There is a young couple I know who have always, and still have, real trouble with money. There is just not enough for their growing family. But over the years they have made determined and conscientious effort to learn to budget and structure their money so that they could give 10% of their available take home money to God. I worried that in this case that might be too much, since God does not desire them to injure themselves or their children by giving. But they were determined to grow and paradoxically enough, by doing so they seem to have a more stable family economy. A few weeks ago they oft hand mentioned that for the last few months of the year they were trying to give 20% and it was hard. I protested, but they said that "the church needs it and we want to." I felt like crying. I was overwhelmed to be, for a moment, in the presence of the divine. They did not look different, but suddenly I felt the presence of God. I know they will still have crises of money, but for a moment they carried the mantel of glory and wrapped me with it. I was elevated and given hope. Maybe you had to be there to see the gift, so let me share one you can see in lights. From More of Paul Harvey's The Rest Of The Story. Bantam Books, 1980, pages 187-188.

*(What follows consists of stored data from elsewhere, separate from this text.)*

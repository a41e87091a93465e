import { and, asc, eq, inArray, isNull, sql } from 'drizzle-orm';
import { figureVersions, jobOutbox, labs, runs } from '../../../drizzle/schema.js';
import { JOB_DATA_SCHEMAS, JOB_NAMES, jobIdFor, type JobItem, type JobName } from '../../../shared/jobs.js';
import type { Executor, Tx } from '../billing/ledger.js';
import type { Db } from '../db/client.js';
import type { Logger } from '../logger.js';
import type { JobQueue } from './job-queue.js';

/**
 * The transactional outbox of farm jobs. A route records its jobs with `recordJobs` inside the
 * transaction that creates what they are for (run rows and their credit reservations, a figure
 * version), so the answer never waits for Redis and nothing is lost or half-written when Redis is
 * away. `dispatchOutbox` then adds the jobs to BullMQ and deletes their rows: once right after the
 * commit (the usual case, no extra delay) and from `startOutboxDispatcher`'s loop, which sends what
 * is left once Redis is back. Rows are claimed with FOR UPDATE SKIP LOCKED, so several API processes
 * share the work; a job is added under its own id (jobIdFor), so a second add of the same job, by a
 * second dispatcher or after a timed-out first attempt that still reached Redis, is a no-op.
 */

/** What a run shows beside its bar while its job waits in the outbox for Redis. */
export const WAITING_FOR_QUEUE_STAGE = 'waiting for a farm slot (the job queue is unreachable; the run is kept and sent as soon as it is back)';

/**
 * Record jobs in the caller's transaction, for the farm of `queue` (its prefix); a job already
 * pending keeps its row (one per farm and job id). Returns the job ids, for dispatchNow.
 */
export async function recordJobs(tx: Executor, queue: Pick<JobQueue, 'prefix'>, items: JobItem[]): Promise<string[]> {
  if (items.length === 0) return [];
  const rows = items.map((item) => ({ queuePrefix: queue.prefix, jobId: jobIdFor(item), name: item.name, data: item.data }));
  await tx.insert(jobOutbox).values(rows).onConflictDoNothing({ target: [jobOutbox.queuePrefix, jobOutbox.jobId] });
  return rows.map((r) => r.jobId);
}

/**
 * Whether a job recorded earlier is still wanted when it is sent: a run cancelled, failed or whose
 * lab was suspended while Redis was away gets no job (reinstating the lab records it again), nor does
 * a figure version no longer queued.
 */
async function stillWanted(tx: Tx, item: JobItem): Promise<boolean> {
  if (item.name === JOB_NAMES.computeRun) {
    const [row] = await tx
      .select({ id: runs.id })
      .from(runs)
      .innerJoin(labs, eq(labs.id, runs.labId))
      .where(and(eq(runs.id, item.data.runId), eq(runs.status, 'queued'), isNull(labs.suspendedAt)));
    return row !== undefined;
  }
  if (item.name === JOB_NAMES.printFigure) {
    const [row] = await tx.select({ id: figureVersions.id }).from(figureVersions).where(and(eq(figureVersions.id, item.data.versionId), eq(figureVersions.status, 'queued')));
    return row !== undefined;
  }
  return true;
}

export type DispatchResult = { sent: number; dropped: number; pending: number; error?: Error };

/**
 * Send pending jobs (only `jobIds` when given) to the queue, oldest first, up to `limit`. Stops at
 * the first job Redis does not take (the rest would wait the same budget each) and leaves it and the
 * rest for the next round, counting the attempt. Never throws for Redis; a database error rejects.
 */
export async function dispatchOutbox(deps: { db: Db; queue: JobQueue }, options: { jobIds?: string[]; limit?: number } = {}): Promise<DispatchResult> {
  if (options.jobIds && options.jobIds.length === 0) return { sent: 0, dropped: 0, pending: 0 };
  return deps.db.transaction(async (tx) => {
    const rows = await tx
      .select()
      .from(jobOutbox)
      .where(and(eq(jobOutbox.queuePrefix, deps.queue.prefix), options.jobIds ? inArray(jobOutbox.jobId, options.jobIds) : undefined))
      .orderBy(asc(jobOutbox.id))
      .limit(options.limit ?? 100)
      // the loop skips rows another dispatcher holds; a request waits for them (at most one call's
      // budget), so it knows whether its own jobs went out before it answers
      .for('update', options.jobIds ? {} : { skipLocked: true });
    const out: DispatchResult = { sent: 0, dropped: 0, pending: 0 };
    for (const [k, row] of rows.entries()) {
      const name = row.name as JobName;
      const schema = JOB_DATA_SCHEMAS[name];
      const parsed = schema?.safeParse(row.data);
      if (!parsed?.success) {
        // written by this code from a parsed job, so this means a newer or older build's row: keep it, say so
        out.pending = rows.length - k;
        out.error = new Error(`outbox row ${row.id} holds a job this build cannot read (${row.name})`);
        await tx.update(jobOutbox).set({ attempts: sql`${jobOutbox.attempts} + 1`, lastError: out.error.message }).where(eq(jobOutbox.id, row.id));
        continue;
      }
      const item = { name, data: parsed.data } as JobItem;
      if (!(await stillWanted(tx, item))) {
        await tx.delete(jobOutbox).where(eq(jobOutbox.id, row.id));
        out.dropped++;
        continue;
      }
      try {
        await deps.queue.enqueue(item);
      } catch (err) {
        out.error = err as Error;
        out.pending = rows.length - k;
        await tx.update(jobOutbox).set({ attempts: sql`${jobOutbox.attempts} + 1`, lastError: out.error.message }).where(eq(jobOutbox.id, row.id));
        if (item.name === JOB_NAMES.computeRun) {
          await tx.update(runs).set({ stage: WAITING_FOR_QUEUE_STAGE, updatedAt: new Date() }).where(and(eq(runs.id, item.data.runId), eq(runs.status, 'queued')));
        }
        break;
      }
      await tx.delete(jobOutbox).where(eq(jobOutbox.id, row.id));
      if (item.name === JOB_NAMES.computeRun) {
        // the run is on the queue now: it waits for a worker like any other
        await tx.update(runs).set({ stage: null, updatedAt: new Date() }).where(and(eq(runs.id, item.data.runId), eq(runs.status, 'queued'), eq(runs.stage, WAITING_FOR_QUEUE_STAGE)));
      }
      out.sent++;
    }
    return out;
  });
}

/**
 * Send right after the commit what a request just recorded, so the usual path adds no delay. A
 * failure (Redis away, the database gone after the commit) is left to the dispatcher's loop: the
 * rows are committed, so the request still succeeds.
 */
export async function dispatchNow(deps: { db: Db; queue: JobQueue; log?: Logger }, jobIds: string[]): Promise<void> {
  try {
    const result = await dispatchOutbox(deps, { jobIds });
    if (result.error) deps.log?.warn('jobs kept in the outbox until the job queue answers', { jobs: result.pending, err: result.error });
  } catch (err) {
    deps.log?.warn('jobs kept in the outbox: the dispatch after the commit failed', { err });
  }
}

export type OutboxDispatcher = { kick(): void; stop(): Promise<void> };

/**
 * The loop that sends what is left in the outbox: every `everyMs` (1 s) while rows wait, and at
 * once on `kick()`. Logs an outage once when it starts and once when the queue takes jobs again.
 */
export function startOutboxDispatcher(deps: { db: Db; queue: JobQueue; log: Logger }, options: { everyMs?: number } = {}): OutboxDispatcher {
  const everyMs = options.everyMs ?? 1000;
  let stopped = false;
  let timer: NodeJS.Timeout | undefined;
  let running: Promise<void> | null = null;
  let failing = false;
  const round = async () => {
    try {
      for (;;) {
        const result = await dispatchOutbox(deps);
        if (result.error) {
          if (!failing) deps.log.warn('the job outbox cannot be sent: the job queue does not answer', { pending: result.pending, err: result.error });
          failing = true;
          return;
        }
        if (failing && result.sent > 0) deps.log.info('the job queue answers again: outbox jobs sent', { sent: result.sent });
        failing = false;
        // a full page may have more behind it
        if (result.sent + result.dropped < 100 || stopped) return;
      }
    } catch (err) {
      if (!failing) deps.log.warn('the job outbox cannot be read', { err });
      failing = true;
    }
  };
  const schedule = (ms: number) => {
    if (stopped) return;
    clearTimeout(timer);
    timer = setTimeout(tick, ms);
    timer.unref();
  };
  const tick = () => {
    if (running || stopped) return;
    running = round().finally(() => {
      running = null;
      schedule(everyMs);
    });
  };
  schedule(0);
  return {
    kick: () => schedule(0),
    async stop() {
      stopped = true;
      clearTimeout(timer);
      await running;
    },
  };
}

"Of history's six major epidemics, influenza in 1918 was the most recent. During World War I, more people were killed by flu than by bullets. In this country alone, within six months of the outbreak, twenty million cases, four hundred and thirty thousand deaths.

In the wake of such devastation, we are inclined to focus on the statistics; we tend to ignore, as a measure of self-defense, the lives of the families which the figures comprise.

Herb Gilbey, resident of Wallace, South Dakota. By the winter of 1918, the flu epidemic had cast its deadly blanket over the South Dakota prairie, had spread to Herb's hometown.

Now Herb was, in many ways, just an ordinary fellow. But in the bleak season, he was called upon to do a most extraordinary thing in saving the life of a dying boy.

It was the night of the big snowstorm in Wallace, South Dakota, during the winter of 1918. Herb Gilbey was snug in his own hearthside.

A knock at the door. It was Herb's friend, the neighborhood druggist. Herb let him in. Pale, trembling, out of breath, the druggist explained that his seven-year-old son was gravely ill, was near death.

The boy had caught the flu and there were complications. Pneumonia. He couldn't survive, unless . . .

There was an experimental drug, a new medicine effective in combating pneumonia. The druggist had heard it was available in Minneapolis, but that was two hundred and fifty miles and a blinding snowstorm away.

He, the druggist, was himself ill. He was too weak to embark on such a treacherous journey. The family's only hope - the boy's only hope - was Herb Gilbey.

Herb knew the druggist's son, the little fellow called Pinky by his mother. For anyone else Herb might have argued that the mission was impossible. Herb neither argued nor hesitated.

After receiving detailed instructions from his druggist friend, he got his car and drove off into the cold night. In those days, thirty-five miles an hour was approaching red-line speed for an automobile in good weather. Herb raced over rough rural roads in a dyspeptic, unheated Model T Ford in a blizzard!

But he made it to Minneapolis. And he made it to the wholesale pharmacist. Without stopping to rest, he recrossed the state line and returned to Wallace. It was more than twenty-four hours after his odyssey had begun and he delivered the medicine safely.

Seven-year-old Pinky lived.

Of all the good deeds Herb Gilbey may have done, most significant was this one - during the winter of 1918, when weather and disease ravaged the plains of South Dakota and the life of a little boy was saved.

For not even Herb could have imagined THE REST OF THE STORY that night when he went five hundred miles out of his way. That Pinky would grow up, ten thousand times to demonstrate a sixty-seven-year lifetime of similar selfness.

You never knew Herb Gilbey. But now you'll recall that stormy winter night when he cast his own safety to the howling wind, and bequeathed to us the life of a little boy - Hubert Humphrey.

May your Christmas glow with joy, may other see you and feel God, and may our family become a beacon we can all grow warm beside.